### RECORDS FOR THE EXERCISE

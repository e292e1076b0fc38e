import { requestJson, sendJson } from '@/components/api/request-json';
import type { InputEvent } from '@/engine/solver/simulate';
import type { Trace } from '@/engine/trace/trace';
import type { CheckedRevision, RevisionComparison } from '@/lib/circuits/compare-revisions';
import type { ReviewView } from '@/lib/reviews/review-view';
import type { ReviewDecision } from '@/lib/reviews/schemas';
import type { RevisionReview, RevisionPage } from '@/lib/circuits/list-revisions';
import type { ReviewPage } from '@/lib/reviews/list-reviews';
import type { CommentAnchor } from '@/models/comment';
import type { CommentThread } from '@/lib/comments/list-comments';
import type { RunListItem } from '@/lib/runs/list-runs';

// Types only: the shapes come from the server modules, so the pages and the routes cannot drift apart.
export type { ReviewView as ReviewItem } from '@/lib/reviews/review-view';
export type { CommentAnchor } from '@/models/comment';
export type { CommentReply, CommentThread } from '@/lib/comments/list-comments';

/** The comparison as the page reads it: both revisions (it always names both) and what changed. */
export type Comparison = Omit<RevisionComparison, 'from'> & { from: CheckedRevision };

export const reviewKeys = {
  revisions: (circuitId: string, page: number) => ['circuits', circuitId, 'revisions', page] as const,
  compare: (circuitId: string, from: number, to: number) => ['circuits', circuitId, 'compare', from, to] as const,
  circuitReviews: (circuitId: string) => ['circuits', circuitId, 'reviews'] as const,
  comments: (circuitId: string) => ['circuits', circuitId, 'comments'] as const,
  runs: (circuitId: string) => ['circuits', circuitId, 'runs'] as const,
  trace: (runId: string) => ['runs', runId, 'trace'] as const,
  box: (box: 'waiting' | 'requested', page: number) => ['reviews', box, page] as const,
};

const circuitBase = (circuitId: string) => `/api/circuits/${encodeURIComponent(circuitId)}`;

export const fetchRevisions = (circuitId: string, page: number, signal: AbortSignal) =>
  requestJson<RevisionPage>(`${circuitBase(circuitId)}/revisions?page=${page}&pageSize=20`, signal);

export const fetchComparison = (circuitId: string, from: number, to: number, signal: AbortSignal) =>
  requestJson<Comparison>(`${circuitBase(circuitId)}/compare?from=${from}&to=${to}`, signal);

export const fetchCircuitReviews = (circuitId: string, signal: AbortSignal) => requestJson<{ items: ReviewView[] }>(`${circuitBase(circuitId)}/reviews`, signal);

export const fetchReviewBox = (box: 'waiting' | 'requested', page: number, signal: AbortSignal) =>
  requestJson<ReviewPage>(`/api/reviews?box=${box}&page=${page}&pageSize=20`, signal);

export const fetchComments = (circuitId: string, signal: AbortSignal) => requestJson<{ threads: CommentThread[] }>(`${circuitBase(circuitId)}/comments`, signal);

export const fetchSavedRuns = (circuitId: string, signal: AbortSignal) => requestJson<{ items: RunListItem[] }>(`${circuitBase(circuitId)}/runs`, signal);

export const fetchRunTrace = (runId: string, signal: AbortSignal) => requestJson<Trace>(`/api/runs/${encodeURIComponent(runId)}/trace`, signal);

export const restoreRevision = (circuitId: string, number: number, expectedLockVersion: number) =>
  sendJson<{ id: string; number: number; lockVersion: number }>('POST', `${circuitBase(circuitId)}/revisions/${number}/restore`, { expectedLockVersion, message: `Restored revision ${number}` });

export const requestReview = (circuitId: string, body: { revisionNumber: number; reviewerIds: string[]; message: string }) =>
  sendJson<{ id: string }>('POST', `${circuitBase(circuitId)}/reviews`, body);

export const decideReview = (reviewId: string, decision: ReviewDecision, note: string) =>
  sendJson<unknown>('POST', `/api/reviews/${encodeURIComponent(reviewId)}/decision`, { decision, ...(note ? { note } : {}) });

export const withdrawReview = (reviewId: string) => sendJson<unknown>('POST', `/api/reviews/${encodeURIComponent(reviewId)}/withdraw`);

export const postComment = (circuitId: string, body: { revisionNumber: number; anchor: CommentAnchor; body: string; parentId?: string }) =>
  sendJson<{ id: string }>('POST', `${circuitBase(circuitId)}/comments`, body);

export const editComment = (commentId: string, body: string) => sendJson<unknown>('PATCH', `/api/comments/${encodeURIComponent(commentId)}`, { body });

export const setCommentResolved = (commentId: string, resolved: boolean) =>
  sendJson<unknown>('POST', `/api/comments/${encodeURIComponent(commentId)}/${resolved ? 'resolve' : 'reopen'}`);

export const saveRun = (circuitId: string, body: { revisionNumber: number; inputs: InputEvent[]; untilS: number; name?: string }) =>
  sendJson<{ id: string }>('POST', `${circuitBase(circuitId)}/runs`, body);

/** How a review's state reads to people. */
export function reviewStateLabel(review: Pick<RevisionReview, 'state' | 'stale'>): string {
  if (review.stale) return review.state === 'approved' ? 'approval outdated' : 'outdated';
  return { requested: 'waiting for review', approved: 'approved', changes_requested: 'changes asked for', withdrawn: 'withdrawn' }[review.state];
}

######

> **ABOUT THIS TASK**:
What the task asks for is a word-for-word repeat of the lines above, from the first through the one containing "compare: (circuitId: string, from: number, to: number)".

> **SOLUTION TO THIS TASK**:
repository e292e1076b0fc38e
import { requestJson, sendJson } from '@/components/api/request-json';
import type { InputEvent } from '@/engine/solver/simulate';
import type { Trace } from '@/engine/trace/trace';
import type { CheckedRevision, RevisionComparison } from '@/lib/circuits/compare-revisions';
import type { ReviewView } from '@/lib/reviews/review-view';
import type { ReviewDecision } from '@/lib/reviews/schemas';
import type { RevisionReview, RevisionPage } from '@/lib/circuits/list-revisions';
import type { ReviewPage } from '@/lib/reviews/list-reviews';
import type { CommentAnchor } from '@/models/comment';
import type { CommentThread } from '@/lib/comments/list-comments';
import type { RunListItem } from '@/lib/runs/list-runs';

// Types only: the shapes come from the server modules, so the pages and the routes cannot drift apart.
export type { ReviewView as ReviewItem } from '@/lib/reviews/review-view';
export type { CommentAnchor } from '@/models/comment';
export type { CommentReply, CommentThread } from '@/lib/comments/list-comments';

/** The comparison as the page reads it: both revisions (it always names both) and what changed. */
export type Comparison = Omit<RevisionComparison, 'from'> & { from: CheckedRevision };

export const reviewKeys = {
  revisions: (circuitId: string, page: number) => ['circuits', circuitId, 'revisions', page] as const,
  compare: (circuitId: string, from: number, to: number) => ['circuits', circuitId, 'compare', from, to] as const,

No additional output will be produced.